The fume hood monitor (FHM) 11 may be used on fume hoods with valves or a dedicated exhaust fan for airflow control. Airflow control on these fume hoods may be achieved with the use of constant volume valves (CVV), two-position valves (PEV or BEV), variable air volume valves (VAV), or a variable frequency drives (VFD) and dedicated exhaust fans. Each monitor 11 may provide two primary functions—an indication of hood 20 exhaust operating condition and alarming. In manifolded VAV or dedicated fan systems, each monitor may also provide face velocity control and various energy-saving features.
Enclosure 30 may have various dimensions and specifications selected for the tasks to done with the fume hood 20. The system 10 may have, for instance, an operating range of 32 to 122 degrees F. (0-50 deg C.) ambient, and operate under conditions of 10 to 90 percent relative humidity (RH), non-condensing, and about 8200 feet (2500 m) altitude. The power requirements for each unit may include 24 Vac, ±10 percent, 50-60 Hz, 10 volt amps (VA), ±15 Vdc, and ±5 percent, 220 milliamps (mA).
Power loss alarm for a ±15 Vdc powered monitor may indicate loss of power to the fume hood system 10. During power failure, a red LED may flash once every four seconds or so, accompanied by short audible alarm “chirp”. The alarm may continue for at least 64 hours or until power is restored.
Features of the monitor 11 of FIG. 1 may include the display 12 which indicates face velocity or airflow of the hood. A calibration mode button, which can be actuated in an area 48 on the faceplate 47, but is not necessarily visible from the faceplate, may be used to enable and disable the calibration mode. There may be a standard operation LED 13 which indicates that the hood is operating at a standard face velocity or flow. A standby operation LED 14 may indicate when the hood 20 is operating at a lower face velocity or airflow (active with a ZPS 42). A flow alarm/drive failure LED 15 may indicate an unsafe airflow condition when hood 20 is functioning.

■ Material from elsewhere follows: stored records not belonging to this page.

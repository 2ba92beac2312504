import fc from 'fast-check';
import { describe, expect, it } from 'vitest';
import { watchScaling, type ScaledColumn } from '../../src/catalog/scaling.js';
import type { Part } from '../../src/parts/part.js';
import { arbitraryParts } from '../support/arbitrary-part.js';
import { list } from './lists.js';

const HEADER = 'id,price (EUR),gain bandwidth typ (MHz),output low headroom max (mV) @ 1 mA';

function partsOf(rows: readonly string[], header = HEADER): readonly Part[] {
  return list([header, ...rows]).parts;
}

function found(before: readonly Part[], after: readonly Part[]): ScaledColumn[] {
  const watch = watchScaling();
  before.forEach((part, at) => { watch.see(part, after[at] ?? part); });
  return watch.found();
}

const BEFORE = partsOf(['A,0.1,1,30', 'B,0.2,10,', 'C,0.3,,50']);

describe('a column that moved as a whole', () => {
  it('is found by its power of ten, in every known part', () => {
    const after = partsOf(['A,0.1,1000,30', 'B,0.2,10000,', 'C,0.3,,50'].map((row) => row));
    expect(found(BEFORE, after)).toEqual([{ subject: { kind: 'figure', parameter: 'gainBandwidth', limit: 'typ', condition: {} }, power: 3, known: 2, scaled: 2 }]);
  });

  it('downwards, under a condition, and the price', () => {
    const after = partsOf(['A,10,1,0.03', 'B,20,10,', 'C,30,,0.05']);
    expect(found(BEFORE, after).map(({ subject, power, known }) => [subject.kind, power, known])).toEqual([['figure', -3, 2], ['price', 2, 3]]);
  });

  it('is not found where one part alone moved, nor where some stayed', () => {
    expect(found(BEFORE, partsOf(['A,0.1,1000,30', 'B,0.2,,', 'C,0.3,,50']))).toEqual([]);
    expect(found(BEFORE, partsOf(['A,0.1,1000,30', 'B,0.2,10,', 'C,0.3,,50']))).toEqual([]);
  });

  it('may have one real change in ten, not two', () => {
    const rows = (factor: (at: number) => number): string[] => Array.from({ length: 10 }, (_, at) => `P${at},,${(at + 1) * factor(at)},`);
    const before = partsOf(rows(() => 1));
    expect(found(before, partsOf(rows((at) => (at === 0 ? 7 : 100))))).toMatchObject([{ power: 2, known: 10, scaled: 9 }]);
    expect(found(before, partsOf(rows((at) => (at < 2 ? 7 : 100))))).toEqual([]);
  });

  it('is not the same column in another currency', () => {
    const other = partsOf(['A,10,1,30', 'B,20,10,', 'C,30,,50'], HEADER.replace('EUR', 'USD'));
    expect(found(BEFORE, other)).toEqual([]);
  });
});

it('finds nothing between a list and itself, and every column of one multiplied by a power of ten', () => {
  fc.assert(
    fc.property(arbitraryParts, fc.integer({ min: -9, max: 9 }).filter((power) => power !== 0), (parts, power) => {
      expect(found(parts, parts)).toEqual([]);
      const moved = parts.map((part) => ({ ...part, figures: part.figures.map((figure) => ({ ...figure, value: figure.value * 10 ** power })) }));
      const columns = found(parts, moved);
      for (const column of columns) expect(column).toMatchObject({ power, subject: { kind: 'figure' } });
      for (const column of columns) expect(column.scaled).toBe(column.known);
    }),
    { numRuns: 50 },
  );
});
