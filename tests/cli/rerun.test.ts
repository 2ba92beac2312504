import { readFileSync } from 'node:fs';
import { join } from 'node:path';
import fc from 'fast-check';
import { describe, expect, it } from 'vitest';
import { rerunOf } from '../../src/cli/rerun.js';
import { overridesOf } from '../../src/cli/stage-input.js';
import { readStage, stageReader } from '../../src/spec/read.js';
import { buildStage } from '../../src/stage/index.js';
import { ROOT } from '../support/built.js';

const TEXT = readFileSync(join(ROOT, 'catalog', 'stages', 'soil-moisture-probe.yaml'), 'utf8');
const SETS = ['gain=6', 'limits.dcError=2 mV', 'resistors.feedback=100 kΩ', 'supply=3..3.6 V', 'signal.input=0.1..0.3 V', 'gain=lots', 'load.isolation=100 Ω', 'reference=mid-supply', 'limits={dcError: 5 mV}'];
const sets = fc.array(fc.constantFrom(...SETS), { maxLength: 3 });

describe('a stage under further options', () => {
  it('is read as a command with these options at its end reads it, in any order of asking', () => {
    const read = stageReader(TEXT);
    fc.assert(
      fc.property(fc.array(sets, { minLength: 1, maxLength: 4 }), (asked) => {
        for (const set of asked) {
          const { overrides } = overridesOf({ set });
          expect(read(overrides)).toEqual(readStage(TEXT, { overrides }));
        }
      }),
      { numRuns: 25 },
    );
  }, 60_000);

  it('is the stage that is built from it, over the options of the command', () => {
    const { overrides } = overridesOf({ set: ['gain=5'] });
    const rerun = rerunOf({ text: TEXT, overrides });
    const more = overridesOf({ set: ['limits.dcError=9 mV'] }).overrides;
    const spec = readStage(TEXT, { overrides: [...overrides, ...more] });
    const built = spec.ok ? buildStage(spec.spec) : null;
    expect(JSON.stringify(rerun(more))).toBe(JSON.stringify(built?.ok === true ? built.stage : null));
    expect(rerun(more)).toBe(rerun(more));
  });

  it('is null where the command would refuse it: what cannot be read, and what contradicts itself', () => {
    const rerun = rerunOf({ text: TEXT, overrides: [] });
    expect(rerun(overridesOf({ set: ['gain=lots'] }).overrides)).toBeNull();
    expect(rerun(overridesOf({ set: ['gain=80'] }).overrides)).toBeNull();
  });
});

A diversity alarm LED 16 may alert lab users of numerous hoods 20, for example in a lab, to reduce the total flow by closing their sashes 33. The visual alarm 16 may be triggered when the flow demand exceeds the flow limit and the diversity alarm is generated by the building management system 51 or another system.
The power failure alarm LED 17 may activate when there is a loss of power. It may be used with the power loss alarm. The power loss alarm may have a sealed lead acid battery that uses +15 Vdc for recharging while the system is powered. The battery may recharge sufficiently in about 8 hours to power the alarm circuit for 24 hours. The battery's expected service may be about five years. Other kinds of batteries or power sources may be used. The power loss alarm may detect the loss of the ±15 Vdc system power. The voltages and the kind of power may be different for the present example. The alarm may trip a solid-state relay that causes the battery to provide power to the monitor's alarm circuit. The circuit may drive the audible alarm and an LED 17 on the monitor 11 to indicate a loss of power. The power loss alarm may include a test button (not shown) which if pushed for at least four or so seconds, cuts the system's power, trips the relay and tests the battery and alarm circuitry.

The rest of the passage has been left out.